## Required work
All of the entries must be output exactly as they are.

## Provided data
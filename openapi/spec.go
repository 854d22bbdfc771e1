// Package openapi holds curvekeeper's OpenAPI 3 document, the source of truth
// of the HTTP contract. The server serves it at GET /openapi.yaml and the code
// in api/oapi is generated from it.
package openapi

import _ "embed"

// YAML is the OpenAPI document, openapi.yaml, as written.
//
//go:embed openapi.yaml
var YAML []byte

## Completed exercise
filename openapi/spec.go
repository 854d22bbdfc771e1
// Package openapi holds curvekeeper's OpenAPI 3 document, the source of truth
// of the HTTP contract. The server serves it at GET /openapi.yaml and the code
// in api/oapi is generated from it.
package openapi

import _ "embed"

// YAML is the OpenAPI document, openapi.yaml, as written.
//
//go:embed openapi.yaml
var YAML []byte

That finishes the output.